Paradoxe d’un continent ancien : jamais autant de gens n’ont été “au travail”, et pourtant rarement le travail n’a semblé aussi vide, fragmenté, anxiogène. Derrière les statistiques rassurantes de l’emploi, une vérité s’installe : l’Europe ne travaille plus pour vivre, elle s’épuise à survivre dans un théâtre économique global dont elle n’écrit plus les règles.
La grande scène du capitalisme liquide
Depuis trente ans, la mondialisation s’est imposée comme une évidence technocratique. Compétitivité, efficacité, agilité : ces mots-clés de consultants ont redessiné l’économie européenne avec la rigueur d’un tableur Excel. L’industrie s’est effondrée dans les friches de la Ruhr, les usines ont quitté les vallées lombardes pour le delta du Yangtsé. Le travail est devenu service ; puis le service s’est digitalisé, précarisé, sous-traité.
Aujourd’hui, de la livreuse barcelonaise au graphiste berlinois, chacun est un petit entrepreneur de lui-même. Il faut se vendre, se réinventer, monétiser son talent. Uber, Fiverr, Deliveroo — autant de nouveaux patrons masqués derrière des applications et des algorithmes, qui brassent les existences sans verser ni congés, ni sécurité, ni vision d’avenir.
Le mythe méritocratique, version low-cost
La promesse implicite du capitalisme libéral — « qui travaille, réussira » — semble avoir muté en une injonction absurde : « sois passionné de ton propre effondrement ». Dans les cafés de Lisbonne et les tiers-lieux de Paris, les jeunes freelances s’agitent, laptop ouvert, dos courbé, sourire LinkedIn vissé aux lèvres. On vend du contenu, on gère des projets, on produit de la “valeur” dont l’utilité se mesure à coups de KPI, non de dignité.
Pendant ce temps, le working class hero d’antan devient une silhouette effacée dans le brouillard des réformes : chauffeur de bus hongrois sous-payé en Allemagne, ouvrier polonais sur les chantiers belges, aide-soignante bulgare dans les hôpitaux français. L’Europe unie, oui — mais dans l’hétérogénéité salariale, la mobilité subie et la course au moins-disant social.

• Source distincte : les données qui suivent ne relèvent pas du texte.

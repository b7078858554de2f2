import { createDenseWorkspace, type DenseWorkspace } from '../kernels/index.js';
import { type ConditioningSets, paddingOf } from './conditioning-sets.js';
import type { CorrelationFunction } from './covariance/family.js';
import type { FieldGeometry } from './field-data.js';
import type { FieldParameters } from './likelihood.js';
import { distanceKm } from './positions.js';

/** Parameters a covariance is differentiated by: ln rangeKm, sill, nugget. */
export const DERIVATIVES = 3;

/**
 * Sparse factor U of an approximate inverse covariance, V⁻¹ ≈ UUᵀ: column k holds, for the station of step k of the
 * order and the earlier ones it is conditioned on, (−b, 1)/√d with b the weights of its conditional mean and d its
 * conditional variance (Katzfuss & Guinness 2021, Stat. Sci. 36:124–141). With K the covariance of that set, its own
 * station last, and K = LLᵀ, the column is L⁻ᵀe_last. n·m³/3 operations for m neighbours.
 */
export class VecchiaFactor {
  readonly n: number;
  readonly sets: ConditioningSets;
  readonly #geometry: FieldGeometry;
  readonly #family: CorrelationFunction;
  readonly #errorVariance: Float64Array;
  readonly #columns: Float64Array;
  readonly #workspace: DenseWorkspace;
  readonly #correlation: Float64Array;
  readonly #slope: Float64Array;
  /** Correlations of all sets at one range (lower triangles), kept where they fit: only the range moves them. */
  readonly #stored: Float64Array | null;
  #storedRangeKm = Number.NaN;
  #parameters: FieldParameters = { rangeKm: Number.NaN, sill: 0, nugget: 0 };
  #logDeterminant = 0;

  /** @param errorVariance  n, read at each `refresh` */
  constructor(
    geometry: FieldGeometry,
    sets: ConditioningSets,
    family: CorrelationFunction,
    errorVariance: Float64Array,
  ) {
    const { size } = sets;
    this.n = geometry.n;
    this.sets = sets;
    this.#geometry = geometry;
    this.#family = family;
    this.#errorVariance = errorVariance;
    this.#columns = new Float64Array(geometry.n * size);
    this.#workspace = createDenseWorkspace(size, DERIVATIVES);
    this.#correlation = new Float64Array(size * size);
    this.#slope = new Float64Array(size * size);
    const numbers = geometry.n * trianglesOf(size);
    this.#stored = numbers <= MAX_STORED_NUMBERS ? new Float64Array(numbers) : null;
  }

  /** Recomputes U. @throws MATRIX_NOT_POSITIVE_DEFINITE */
  refresh(parameters: FieldParameters): void {
    const { size } = this.sets;
    this.#parameters = parameters;
    // Unknown again until all sets have gone through: a set that has no factor ends the loop.
    if (parameters.rangeKm !== this.#storedRangeKm) this.#storedRangeKm = Number.NaN;
    const { block } = this.#workspace;
    let logDeterminant = 0;
    for (let step = 0; step < this.n; step++) {
      this.#factorise(step, false);
      block.fill(0, 0, size);
      block[size - 1] = 1;
      this.#workspace.solveLowerTransposed(1);
      const row = step * size;
      for (let j = 0; j < size; j++) this.#columns[row + j] = block[j];
      logDeterminant -= 2 * Math.log(block[size - 1]);
    }
    this.#logDeterminant = logDeterminant;
    this.#storedRangeKm = parameters.rangeKm;
  }

  /** ln|V| of the approximation at the last refresh. */
  get logDeterminant(): number {
    return this.#logDeterminant;
  }

  /** n × size: the non-zero elements of U, one column of it a row, beside `sets.members`. */
  get columns(): Float64Array {
    return this.#columns;
  }

  /** out = Uᵀx (steps × width) of x (stations × width). */
  whiten(x: Float64Array, width: number, out: Float64Array): void {
    const { size, members } = this.sets;
    for (let step = 0; step < this.n; step++) {
      for (let c = 0; c < width; c++) {
        let sum = 0;
        for (let j = step * size; j < (step + 1) * size; j++) {
          sum += this.#columns[j] * x[members[j] * width + c];
        }
        out[step * width + c] = sum;
      }
    }
  }

  /** out = Uy (stations) of y (steps). */
  unwhiten(y: Float64Array, out: Float64Array): void {
    const { size, members } = this.sets;
    out.fill(0);
    for (let step = 0; step < this.n; step++) {
      for (let j = step * size; j < (step + 1) * size; j++) out[members[j]] += this.#columns[j] * y[step];
    }
  }

  /** out = U⁻¹x (steps) of x (stations), which is used up. */
  solve(x: Float64Array, out: Float64Array): void {
    const { size, members } = this.sets;
    for (let step = this.n - 1; step >= 0; step--) {
      const last = step * size + size - 1;
      const value = x[members[last]] / this.#columns[last];
      out[step] = value;
      for (let j = step * size; j < last; j++) x[members[j]] -= this.#columns[j] * value;
    }
  }

  /**
   * Derivatives of one column u by (ln rangeKm, sill, nugget): with h = dK·u, dU = −K⁻¹h + ½(uᵀh)u, and uᵀh is the
   * derivative of the logarithm of the conditional variance.
   *
   * @param slopes  size × 3, written: du; @param traces 3, written: uᵀh
   */
  differentiate(step: number, slopes: Float64Array, traces: Float64Array): void {
    const { size } = this.sets;
    const { sill } = this.#parameters;
    const u = this.#columns.subarray(step * size, (step + 1) * size);
    const { block } = this.#workspace;
    this.#factorise(step, true);
    traces.fill(0);
    for (let i = 0; i < size; i++) {
      let byRange = 0;
      let bySill = 0;
      for (let j = 0; j < size; j++) {
        const at = i > j ? i * size + j : j * size + i;
        byRange += this.#slope[at] * u[j];
        bySill += this.#correlation[at] * u[j];
      }
      block[DERIVATIVES * i] = sill * byRange;
      block[DERIVATIVES * i + 1] = bySill;
      block[DERIVATIVES * i + 2] = u[i];
      for (let a = 0; a < DERIVATIVES; a++) traces[a] += u[i] * block[DERIVATIVES * i + a];
    }
    this.#workspace.solveLower(DERIVATIVES);
    this.#workspace.solveLowerTransposed(DERIVATIVES);
    for (let i = 0; i < size; i++) {
      for (let a = 0; a < DERIVATIVES; a++) {
        slopes[DERIVATIVES * i + a] = 0.5 * traces[a] * u[i] - block[DERIVATIVES * i + a];
      }
    }
  }

  /** Factor of one set's covariance into the workspace, its correlations (and their slopes) beside it. */
  #factorise(step: number, withSlope: boolean): void {
    const { size, members } = this.sets;
    const { sill, nugget } = this.#parameters;
    const { matrix } = this.#workspace;
    const padding = paddingOf(this.sets, step);
    this.#fillCorrelation(step, padding, withSlope);
    for (let i = 0; i < size; i++) {
      const row = i * size;
      for (let j = 0; j < i; j++) matrix[row + j] = sill * this.#correlation[row + j];
      const own = sill + nugget + this.#errorVariance[members[step * size + i]];
      matrix[row + i] = i < padding ? 1 : own;
    }
    this.#workspace.cholesky();
  }

  #fillCorrelation(step: number, padding: number, withSlope: boolean): void {
    const { size, members } = this.sets;
    const { positionsKm, metric } = this.#geometry;
    const { rangeKm } = this.#parameters;
    const stored = this.#stored;
    const isStored = rangeKm === this.#storedRangeKm && !withSlope;
    let next = step * trianglesOf(size);
    for (let i = 0; i < size; i++) {
      const row = i * size;
      for (let j = 0; j < i; j++, next++) {
        if (stored !== null && isStored) {
          this.#correlation[row + j] = stored[next];
          continue;
        }
        const hidden = j < padding;
        const h = hidden
          ? 0
          : distanceKm(positionsKm, members[step * size + i], positionsKm, members[step * size + j], metric);
        const rho = hidden ? 0 : this.#family.correlation(h / rangeKm);
        this.#correlation[row + j] = rho;
        if (stored !== null) stored[next] = rho;
        if (withSlope) this.#slope[row + j] = hidden ? 0 : this.#family.logRangeSlope(h / rangeKm);
      }
      this.#correlation[row + i] = 1;
    }
  }
}

/** Numbers of correlations kept, 128 MB: 20,000 stations conditioned on 40. */
const MAX_STORED_NUMBERS = 2 ** 24;

function trianglesOf(size: number): number {
  return (size * (size - 1)) / 2;
}
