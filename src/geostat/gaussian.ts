/**
 * The standard Gaussian: density, distribution function and quantile, in double precision. Shared by
 * intervals (quantile), scores (distribution, density) and the report.
 */

const SQRT_HALF = Math.SQRT1_2;
const INVERSE_SQRT_PI = 0.5641895835477563;
const INVERSE_SQRT_TWO_PI = 0.3989422804014327;

/** φ(z) = exp(−z²/2)/√(2π). NaN for NaN. */
export function gaussianDensity(z: number): number {
  return INVERSE_SQRT_TWO_PI * Math.exp(-0.5 * z * z);
}

/**
 * Φ(z), the probability below z. Relative error a few units of rounding in both tails, since it is made from
 * erfc and never as 1 − something small. NaN for NaN.
 */
export function gaussianCdf(z: number): number {
  return 0.5 * complementaryError(-z * SQRT_HALF);
}

/**
 * erfc(x) by the three rational Chebyshev approximations of W. J. Cody (1969, Math. Comp. 23:631–637), with
 * exp(−x²) split in two factors as there, so that large |x| keep their relative accuracy.
 */
function complementaryError(x: number): number {
  const size = Math.abs(x); // beyond 27.3 the result is below the smallest double
  if (size <= 0.46875) return 1 - x * centralRatio(x * x);
  const tail = size > 28 ? 0 : expMinusSquare(size) * (size <= 4 ? middleRatio(size) : farRatio(size));
  return x < 0 ? 2 - tail : tail;
}

/** exp(−x²) with x² = s² + (x − s)(x + s), s being x cut to sixteenths: s² is exact. */
function expMinusSquare(x: number): number {
  const coarse = Math.trunc(x * 16) / 16;
  return Math.exp(-coarse * coarse) * Math.exp(-(x - coarse) * (x + coarse));
}

/** erf(x)/x for |x| ≤ 0.46875, argument x². */
function centralRatio(square: number): number {
  const above = [
    0.18577770618460315, 3.1611237438705655, 113.86415415105016, 377.485237685302, 3209.3775891384694,
  ];
  const below = [1, 23.601290952344122, 244.02463793444417, 1282.6165260773723, 2844.236833439171];
  return horner(above, square) / horner(below, square);
}

/** erfc(x)·exp(x²) for 0.46875 ≤ x ≤ 4. */
function middleRatio(x: number): number {
  const above = [
    2.1531153547440383e-8, 0.5641884969886701, 8.883149794388377, 66.11919063714163, 298.6351381974001,
    881.952221241769, 1712.0476126340707, 2051.0783778260716, 1230.3393547979972,
  ];
  const below = [
    1, 15.744926110709835, 117.6939508913125, 537.1811018620099, 1621.3895745666903, 3290.7992357334597,
    4362.619090143247, 3439.3676741437216, 1230.3393548037495,
  ];
  return horner(above, x) / horner(below, x);
}

/** erfc(x)·exp(x²) for x > 4, from an expansion in 1/x². */
function farRatio(x: number): number {
  const above = [
    0.016315387137302097, 0.30532663496123236, 0.36034489994980445, 0.12578172611122926, 0.016083785148742275,
    0.0006587491615298378,
  ];
  const below = [
    1, 2.568520192289822, 1.8729528499234673, 0.5279051029514285, 0.06051834131244132, 0.0023352049762686918,
  ];
  const inverseSquare = 1 / (x * x);
  const correction = (inverseSquare * horner(above, inverseSquare)) / horner(below, inverseSquare);
  return (INVERSE_SQRT_PI - correction) / x;
}

/**
 * z with Φ(z) = probability: algorithm AS 241, PPND16 (M. J. Wichura 1988, Appl. Statist. 37:477–484),
 * relative error about 1e-16. −Infinity at 0, Infinity at 1, NaN outside [0, 1].
 */
export function gaussianQuantile(probability: number): number {
  if (!(probability >= 0 && probability <= 1)) return Number.NaN;
  const centred = probability - 0.5;
  if (Math.abs(centred) <= 0.425) return centred * quantileCentre(0.180625 - centred * centred);
  const tail = centred < 0 ? probability : 1 - probability;
  if (tail === 0) return centred < 0 ? Number.NEGATIVE_INFINITY : Number.POSITIVE_INFINITY;
  const depth = Math.sqrt(-Math.log(tail));
  const size = depth <= 5 ? quantileShoulder(depth - 1.6) : quantileTail(depth - 5);
  return centred < 0 ? -size : size;
}

function quantileCentre(r: number): number {
  const above = [
    2509.0809287301227, 33430.57558358813, 67265.7709270087, 45921.95393154987, 13731.69376550946,
    1971.5909503065513, 133.14166789178438, 3.3871328727963665,
  ];
  const below = [
    5226.495278852854, 28729.085735721943, 39307.89580009271, 21213.794301586597, 5394.196021424751,
    687.1870074920579, 42.31333070160091, 1,
  ];
  return horner(above, r) / horner(below, r);
}

function quantileShoulder(r: number): number {
  const above = [
    0.0007745450142783414, 0.022723844989269184, 0.2417807251774506, 1.2704582524523684, 3.6478483247632045,
    5.769497221460691, 4.630337846156546, 1.4234371107496835,
  ];
  const below = [
    1.0507500716444169e-9, 0.0005475938084995345, 0.015198666563616457, 0.14810397642748008, 0.6897673349851,
    1.6763848301838038, 2.053191626637759, 1,
  ];
  return horner(above, r) / horner(below, r);
}

function quantileTail(r: number): number {
  const above = [
    2.0103343992922881e-7, 2.7115555687434876e-5, 0.0012426609473880784, 0.026532189526576124,
    0.29656057182850487, 1.7848265399172913, 5.463784911164114, 6.657904643501103,
  ];
  const below = [
    2.0442631033899397e-15, 1.421511758316446e-7, 1.8463183175100548e-5, 0.0007868691311456133,
    0.014875361290850615, 0.1369298809227358, 0.599832206555888, 1,
  ];
  return horner(above, r) / horner(below, r);
}

/** Polynomial by Horner's rule, highest power first. */
function horner(coefficients: readonly number[], x: number): number {
  let sum = 0;
  for (const coefficient of coefficients) sum = sum * x + coefficient;
  return sum;
}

L’État-providence sous perfusion
Face à ces chocs, les États européens bricolent. Le Nord reconvertit les chômeurs en coachs de transition numérique. Le Sud multiplie les emplois aidés et les CDD publics comme des digues de fortune. La France réforme ses retraites pour que le travail dure plus longtemps, tout en sachant qu’à 60 ans, nombre de ses citoyens sont déjà usés, cassés, invisibilisés.
Le pacte social européen, forgé dans l’après-guerre, vacille. Jadis protecteur, il devient punitif : on active les droits, on conditionne les aides, on responsabilise les individus, comme si le déclassement était une faute morale et non un effet structurel.
Vers un nihilisme doux ?
Au fond, ce qui se délite, ce n’est pas seulement l’emploi — c’est le sens du travail. Le philosophe italien Franco “Bifo” Berardi parle d’“anomie post-fordiste” : l’effondrement des repères collectifs au profit d’un chacun-pour-soi dopé aux antidépresseurs. La jeunesse européenne rêve encore d’émancipation, mais ne croit plus aux carrières. Elle aspire à des vies “intenses”, “libres”, “créatives” — et se réveille souvent en burn-out, anxieuse, endettée, insatisfaite.
Dans certaines franges — notamment la gauche intellectuelle de Berlin, Amsterdam ou Bruxelles — on théorise même la démission joyeuse. Travailler moins. Travailler autrement. Fuir les grandes villes. Replanter des jardins. Créer des coopératives. Paradoxe sublime : c’est dans l’épuisement du capitalisme qu’émerge peut-être, enfin, un imaginaire alternatif.
Conclusion — L’Europe à contretemps
Le capitalisme global, né ailleurs, a trouvé en Europe un terrain malléable et élégant. Il y a détruit en douceur la verticalité du travail : plus de statut, moins de communauté, beaucoup de solitude. L’Europe, raffinée et désarmée, continue de composer avec ses contradictions : technophile mais nostalgique, mobile mais désorientée, productive mais sans projet. Elle travaille encore. Mais à quoi, et pour qui ? C’est là, sans doute, le vrai dossier brûlant — que personne n’ose ouvrir dans les couloirs feutrés de Bruxelles.